Judicial Recognition of Cryptocurrency as Property
Indian courts have begun clarifying the legal character of cryptocurrencies, particularly in private law disputes.
Madras High Court: Crypto as Intangible Property
In Rhutikumari v. Zanmai Labs Pvt. Ltd. (2025), the Madras High Court recognised cryptocurrency as intangible property, holding that:
- Cryptos can be owned, transferred, inherited, and held in trust
- Lack of sovereign backing does not negate proprietary rights
- Exchanges may owe fiduciary and custodial obligations
This ruling aligns Indian jurisprudence with international trends treating digital assets as property rather than currency, with significant implications for taxation, insolvency, succession, and enforcement.
Emerging Challenges in Cryptocurrency Taxation
Despite legislative clarity on rates, substantive and operational challenges persist.
- Classification Ambiguity: As per the provisions of the Income Tax Act, the transfer of virtual digital assets attracts a flat tax in terms of Income tax Act section (or chapter), however, no definition has been provided as to whether these transfers would be considered as business income or capital gains, or income from other sources under the Tax Act. Therefore, it is not clear what type of income the taxpayers will have from these activities.
- Valuation: Cryptocurrency values fluctuate wildly from one day to the next, as well as differing between exchanges on any given day. Therefore, the fair market value at the time of the asset transfer must be used to determine the tax liability associated with that transaction in INR currency, but there are currently no legal requirements mandating a specific way of valuing cryptocurrencies.
- Anonymity: Cryptocurrency transactions are pseudonymous; hence, it is not easy to know who truly owns what cryptocurrency. Although exchanges comply with KYC and AML regulations, peer-to-peer and offshore exchange activities allow for anonymity and make tracing those transactions more difficult.
- No loss offsets: As it currently stands, individual traders have no opportunity to offset their trading losses (whether virtual or traditional) against taxable income tax (e.g., Wages and Salaries) or carry those losses forward to subsequent years. Therefore, the method of tax will only tax on net gains, creating an unequal taxation situation based on amount traded and making it less likely that they will trade in the future.
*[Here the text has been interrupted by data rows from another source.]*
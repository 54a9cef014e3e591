/**
 * Reaction–diffusion throughput on unit geodesic spheres, set up like
 * ../shared/perf-reference (Gray–Scott, D_u = 2e-5, D_v = 1e-5, F = 0.037,
 * k = 0.06; u = 1, v = 0 with 12 spots of radius 0.1; explicit dt half the
 * positivity bound 1/(D_max·max K_ii/m_i); the comparison solve is
 * (M + c·K)x = M·u₀ with c = D_u·100·dt_lim, warm start x₀ = u₀, ‖r‖/‖b‖ < 1e-8).
 * Each size is timed on 1 thread and on 2 (and on every core when there are
 * more), interleaved, best of 5 reps; when the C reference can be built
 * (BENCH_C_REFERENCE, default ../shared/perf-reference beside the package, and
 * gcc), it runs right after each size, so the ratios come from one run.
 * Memory is counted from the arrays a run keeps: the stepper's (`bytes()`) and the mesh.
 */
import { execFileSync } from 'node:child_process';
import { existsSync, mkdtempSync, rmSync } from 'node:fs';
import { availableParallelism, tmpdir } from 'node:os';
import { join, resolve } from 'node:path';
import { icosphere } from '../../meshes/shapes/icosphere.ts';
import { MODELS } from '../../solver/kinetics/models/index.ts';
import { compileKinetics } from '../../solver/kinetics/compileKinetics.ts';
import { ReactionDiffusionStepper, type StepperOptions } from '../../solver/integrate/ReactionDiffusionStepper.ts';
import { cotanStiffness } from '../../solver/fem/cotanStiffness.ts';
import { lumpedMass } from '../../solver/fem/lumpedMass.ts';
import { explicitStepLimit } from '../../solver/integrate/explicitStepLimit.ts';
import { seededRandom } from '../../solver/linalg/seededRandom.ts';
import { nodeThreadTeam } from '../../solver/run/nodeThreads.ts';
import type { ThreadTeam } from '../../solver/integrate/ThreadTeam.ts';
import type { Mesh } from '../../solver/mesh/Mesh.ts';
import { PACKAGE_ROOT } from '../../solver/packageRoot.ts';
import { localityOrder, renumberVertices, scatteredEdgeFraction } from '../../solver/mesh/localityOrder.ts';

const gs = MODELS['gray-scott'];
const kinetics = compileKinetics(gs.species, gs.reactions, Object.keys(gs.parameters));
const pure = compileKinetics(['u'], { u: '0' }, []);

function spots(mesh: Mesh, state: Float64Array): void {
  const p = mesh.positions, n = p.length / 3;
  const rand = seededRandom(12345);
  const centres: number[][] = [];
  for (let k = 0; k < 12; k++) {
    const z = 2 * rand() - 1, phi = 2 * Math.PI * rand(), r = Math.sqrt(1 - z * z);
    centres.push([r * Math.cos(phi), r * Math.sin(phi), z]);
  }
  for (let i = 0; i < n; i++) {
    state[2 * i] = 1; state[2 * i + 1] = 0;
    for (const c of centres) {
      if ((p[3 * i] - c[0]) ** 2 + (p[3 * i + 1] - c[1]) ** 2 + (p[3 * i + 2] - c[2]) ** 2 < 0.01) { state[2 * i] = 0.5; state[2 * i + 1] = 0.25; }
    }
  }
}

/** Best ms per call of `work` over `reps` reps of a count sized to ~targetMs, the candidates interleaved rep by rep. */
function interleaved(works: (() => void)[], targetMs = 250, reps = 5): number[] {
  const counts = works.map((w) => {
    w(); w();
    const t0 = performance.now();
    for (let k = 0; k < 3; k++) w();
    return Math.max(3, Math.round(targetMs / Math.max((performance.now() - t0) / 3, 1e-3)));
  });
  const best = works.map(() => Infinity);
  for (let r = 0; r < reps; r++) {
    works.forEach((w, c) => {
      const t0 = performance.now();
      for (let k = 0; k < counts[c]; k++) w();
      best[c] = Math.min(best[c], (performance.now() - t0) / counts[c]);
    });
  }
  return best;
}

interface CReference { vertexSteps: number; cgMs: number }

/** Build the C reference once (undefined, with the reason printed, where it cannot be). */
function buildCReference(): string | undefined {
  const dir = resolve(process.env.BENCH_C_REFERENCE ?? join(PACKAGE_ROOT, '..', 'shared', 'perf-reference'));
  if (!existsSync(join(dir, 'ref.c'))) {
    console.log(`(no C reference at ${dir}: set BENCH_C_REFERENCE to its directory for the ratio columns)`);
    return undefined;
  }
  const work = mkdtempSync(join(tmpdir(), 'placode-cref-'));
  process.on('exit', () => rmSync(work, { recursive: true, force: true }));
  try {
    execFileSync('gcc', ['-O3', '-march=native', '-o', join(work, 'ref'), join(dir, 'ref.c'), '-lm'], { stdio: 'pipe' });
    return join(work, 'ref');
  } catch (e) {
    console.log(`(the C reference did not build: ${(e as Error).message.split('\n')[0]})`);
    return undefined;
  }
}

/** The C reference at icosphere level L (best layout of its orderings). */
function runCReference(binary: string, level: number): CReference | undefined {
  try {
    const out = execFileSync(binary, ['-L', String(level), '-t', '0.06'], { encoding: 'utf8', stdio: ['ignore', 'pipe', 'pipe'], maxBuffer: 1 << 24 });
    const rows = out.trim().split('\n').map((l) => JSON.parse(l) as { vsteps_best: number; cg_ms_warm: number });
    return { vertexSteps: Math.max(...rows.map((r) => r.vsteps_best)), cgMs: Math.min(...rows.map((r) => r.cg_ms_warm)) };
  } catch (e) {
    console.log(`(the C reference failed at level ${level}: ${(e as Error).message.split('\n')[0]})`);
    return undefined;
  }
}

/** The explicit step on icosphere(nu) as built, shuffled, and shuffled then renumbered by localityOrder. */
function vertexOrderRows(nu: number, teams: Map<number, ThreadTeam | undefined>): string[] {
  const built = icosphere(nu, 1), n = built.positions.length / 3;
  const rand = seededRandom(3);
  const order = Uint32Array.from({ length: n }, (_, i) => i);
  for (let i = n - 1; i > 0; i--) { const j = Math.floor(rand() * (i + 1)); [order[i], order[j]] = [order[j], order[i]]; }
  const scattered = renumberVertices(built, order).mesh;
  const renumbered = renumberVertices(scattered, localityOrder(scattered)).mesh;
  return ([['as built', built], ['random', scattered], ['renumbered', renumbered]] as const).map(([name, mesh]) => {
    const K = cotanStiffness(mesh), m = lumpedMass(mesh);
    const dt = 0.5 * explicitStepLimit(K, m, 2e-5).safeUpTo;
    const works = [1, 2].map((t) => {
      const st = new ReactionDiffusionStepper({ mesh, kinetics, parameters: [0.037, 0.06], diffusion: [2e-5, 1e-5] }, { scheme: 'explicit', dt, team: teams.get(t) }, { stiffness: K, mass: m });
      spots(mesh, st.state);
      let k = 0;
      return () => { st.step(k++); };
    });
    const [t1, t2] = interleaved(works);
    return `| ${name} | ${(100 * scatteredEdgeFraction(mesh)).toFixed(1)} % | ${fmt(t1)} | ${fmt(t2)} |`;
  });
}

const fmt = (x: number, digits = 3) => (x >= 100 ? x.toFixed(0) : x.toPrecision(digits));

export async function reactionDiffusionBench(frequencies: number[]): Promise<void> {
  const cores = availableParallelism();
  const threadCounts = [...new Set([1, 2, cores])].filter((t) => t <= Math.max(2, cores));
  const teams = new Map<number, ThreadTeam | undefined>();
  for (const t of threadCounts) teams.set(t, await nodeThreadTeam(t));
  const cBinary = buildCReference();
  const many = threadCounts.filter((t) => t > 2);

  const steps: string[] = [], solves: string[] = [], growth: string[] = [];
  for (const nu of frequencies) {
    const mesh = icosphere(nu, 1);
    const n = mesh.positions.length / 3;
    const K = cotanStiffness(mesh), m = lumpedMass(mesh);
    // what a run keeps besides the stepper: the mesh (its cached topology is released)
    const meshBytes = mesh.positions.byteLength + mesh.triangles.byteLength;
    const system = { mesh, kinetics, parameters: [0.037, 0.06], diffusion: [2e-5, 1e-5] };
    const limit = explicitStepLimit(K, m, 2e-5);
    const make = (o: StepperOptions) => { const st = new ReactionDiffusionStepper(system, o, { stiffness: K, mass: m }); spots(mesh, st.state); return st; };
    const stepper = (o: StepperOptions) => { let t = 0; const st = make(o); return { st, work: () => { st.step(t++); } }; };

    // explicit and IMEX-CG on each thread count, interleaved
    const explicit = threadCounts.map((t) => stepper({ scheme: 'explicit', dt: 0.5 * limit.safeUpTo, team: teams.get(t) }));
    const tEx = interleaved(explicit.map((s) => s.work));
    const imex = threadCounts.map((t) => stepper({ scheme: 'imex', dt: 1, team: teams.get(t) }));
    const tIm = interleaved(imex.map((s) => s.work));
    const itIm = imex[0].st.totalIterations / imex[0].st.stepsTaken;
    const used = explicit.map((s) => s.st.threads);

    // a growing surface's geometry update (the law's positions given): 1 and 2 threads
    const growing = threadCounts.slice(0, 2).map((t) => {
      const st = new ReactionDiffusionStepper(system, { scheme: 'imex', dt: 1, growing: true, team: teams.get(t) });
      spots(mesh, st.state);
      const a = mesh.positions.map((x) => 1.001 * x), b = mesh.positions.map((x) => 1.002 * x);
      let flip = false;
      return { st, work: () => { const p = (flip = !flip) ? a : b; st.checkMove(p, 1e-3); st.setGeometry(p); } };
    });
    const tGeom = interleaved(growing.map((g) => g.work), 250, 3);

    let c: CReference | undefined;
    const level = Math.log2(nu);
    if (cBinary && Number.isInteger(level)) c = runCReference(cBinary, level);
    const mvs = (ms: number) => n / ms / 1e3;
    const ratio = (ms: number) => (c ? ` (${(mvs(ms) * 1e6 / c.vertexSteps).toFixed(2)}×)` : '');
    steps.push(`| ${n} | ${c ? fmt(c.vertexSteps / 1e6) : '—'} | ${fmt(mvs(tEx[0]))}${ratio(tEx[0])} | ${fmt(mvs(tEx[1]))}${ratio(tEx[1])}${used[1] < 2 ? ' (1 thread used)' : ''} |${many.map((_, k) => ` ${fmt(mvs(tEx[2 + k]))}${ratio(tEx[2 + k])} |`).join('')} ${fmt(tIm[0])} (${itIm.toFixed(1)}) | ${fmt(tIm[1])} (${(tIm[1] / tIm[0]).toFixed(2)}×) |${many.map((_, k) => ` ${fmt(tIm[2 + k])} |`).join('')} ${(explicit[0].st.bytes() / n).toFixed(0)} (${((explicit[0].st.bytes() + meshBytes) / n).toFixed(0)}) | ${(imex[0].st.bytes() / n).toFixed(0)} (${((imex[0].st.bytes() + meshBytes) / n).toFixed(0)}) |`);
    growth.push(`| ${n} | ${fmt(tGeom[0])} | ${fmt(tGeom[1])} (${(tGeom[1] / tGeom[0]).toFixed(2)}×) | ${(tGeom[0] / tIm[0]).toFixed(2)} | ${(tGeom[0] / tEx[0]).toFixed(1)} | ${((growing[0].st.bytes() - imex[0].st.bytes()) / n).toFixed(0)} |`);

    // the reference's solve: one species, c = D_u·dt_impl, b = M u₀, x₀ = u₀
    const dtImpl = 100 * limit.safeUpTo;
    const solveTime = (species: number, solver: 'cg' | 'cholesky', team?: ThreadTeam): [number, number] => {
      const sys = species === 1 ? { mesh, kinetics: pure, parameters: [], diffusion: [2e-5] } : { mesh, kinetics: compileKinetics(['u', 'v'], { u: '0', v: '0' }, []), parameters: [], diffusion: [2e-5, 2e-5] };
      const st = new ReactionDiffusionStepper(sys, { scheme: 'imex', dt: dtImpl, solver, team }, { stiffness: K, mass: m });
      const start = new Float64Array(n * species);
      const tmp = new Float64Array(2 * n);
      spots(mesh, tmp);
      for (let i = 0; i < n; i++) for (let s = 0; s < species; s++) start[i * species + s] = tmp[2 * i];
      let best = Infinity;
      for (let r = 0; r < 5; r++) {
        st.setState(start);
        const t0 = performance.now();
        st.step(0);
        best = Math.min(best, performance.now() - t0);
      }
      return [best, st.lastIterations[0]];
    };
    const [s1, it1] = solveTime(1, 'cg');
    const [s1t] = solveTime(1, 'cg', teams.get(2));
    const [s2] = solveTime(2, 'cg');
    const chol = n <= 200_000 ? solveTime(1, 'cholesky')[0] : undefined;
    const vsC = (ms: number) => (c ? ` (${(ms / c.cgMs).toFixed(2)}×)` : '');
    solves.push(`| ${n} | ${c ? fmt(c.cgMs) : '—'} | ${fmt(s1)} (${it1})${vsC(s1)} | ${fmt(s1t)}${vsC(s1t)} | ${fmt(s2)} | ${chol === undefined ? '—' : `${fmt(chol)}${vsC(chol)}`} |`);
    console.log(`  … ${n} vertices measured`);
  }
  const orderRows = frequencies.includes(128) ? vertexOrderRows(128, teams) : [];
  for (const t of teams.values()) t?.dispose();

  console.log(`\nGray–Scott stepping on unit geodesic spheres (1, 2${many.length ? `, ${many.join(', ')}` : ''} threads; best of 5 reps; ratios to one C thread)`);
  console.log(`| vertices | C explicit, 1 thread (M vertex-steps/s) | explicit, 1 thread | explicit, 2 threads |${many.map((t) => ` explicit, ${t} threads |`).join('')} IMEX-CG step dt = 1, 1 thread, ms (CG it.) | IMEX-CG, 2 threads, ms (ratio) |${many.map((t) => ` IMEX-CG, ${t} threads, ms |`).join('')} explicit bytes/vertex (with mesh) | IMEX-CG bytes/vertex (with mesh) |`);
  console.log(`|---:|---:|---:|---:|${many.map(() => '---:|').join('')}---:|---:|${many.map(() => '---:|').join('')}---:|---:|`);
  for (const row of steps) console.log(row);
  console.log('\nA growing surface: one geometry update (triangle check, K and M reassembled, U carried; the law\'s positions given)');
  console.log('| vertices | 1 thread, ms | 2 threads, ms (ratio) | in IMEX-CG steps | in explicit steps | extra bytes/vertex of a growing IMEX-CG run |');
  console.log('|---:|---:|---:|---:|---:|---:|');
  for (const row of growth) console.log(row);
  if (orderRows.length) {
    console.log('\nVertex order: the explicit step (ms) on the same sphere numbered as built, at random, and renumbered (reverse Cuthill–McKee, `reorder: true`)');
    console.log('| order | edges joining vertices > 4096 apart | 1 thread | 2 threads |');
    console.log('|---|---:|---:|---:|');
    for (const row of orderRows) console.log(row);
  }
  console.log('\nThe reference\'s solve (M + cK)x = Mu₀ (ms; ratio to the C solve)');
  console.log('| vertices | C CG | CG, 1 species (it.) | CG, 2 threads | CG, both species fused | Cholesky solve, 1 species |');
  console.log('|---:|---:|---:|---:|---:|---:|');
  for (const row of solves) console.log(row);
}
- Double Taxation Issues: Many cryptocurrency transactions are cross-border in nature. For example, an Indian resident might be trading on a foreign cryptocurrency exchange. Therefore, it is possible for that resident to be liable for taxes in more than one jurisdiction for the same transaction. Since there are no specific treaty provisions for digital assets, the issues around double taxation and determining the source of income remain unresolved at this time.
Conclusion
India’s cryptocurrency taxation regime reflects a deliberate policy choice: to tax digital assets without legitimising them as currency. By classifying cryptocurrencies as Virtual Digital Assets, the legislature has prioritised revenue certainty and regulatory oversight over market facilitation.
Judicial developments now recognise crypto as intangible property, reinforcing its taxable character while expanding private law protections. However, unresolved issues around valuation, loss treatment, income classification, and cross-border taxation indicate that the legal framework remains evolutionary rather than settled.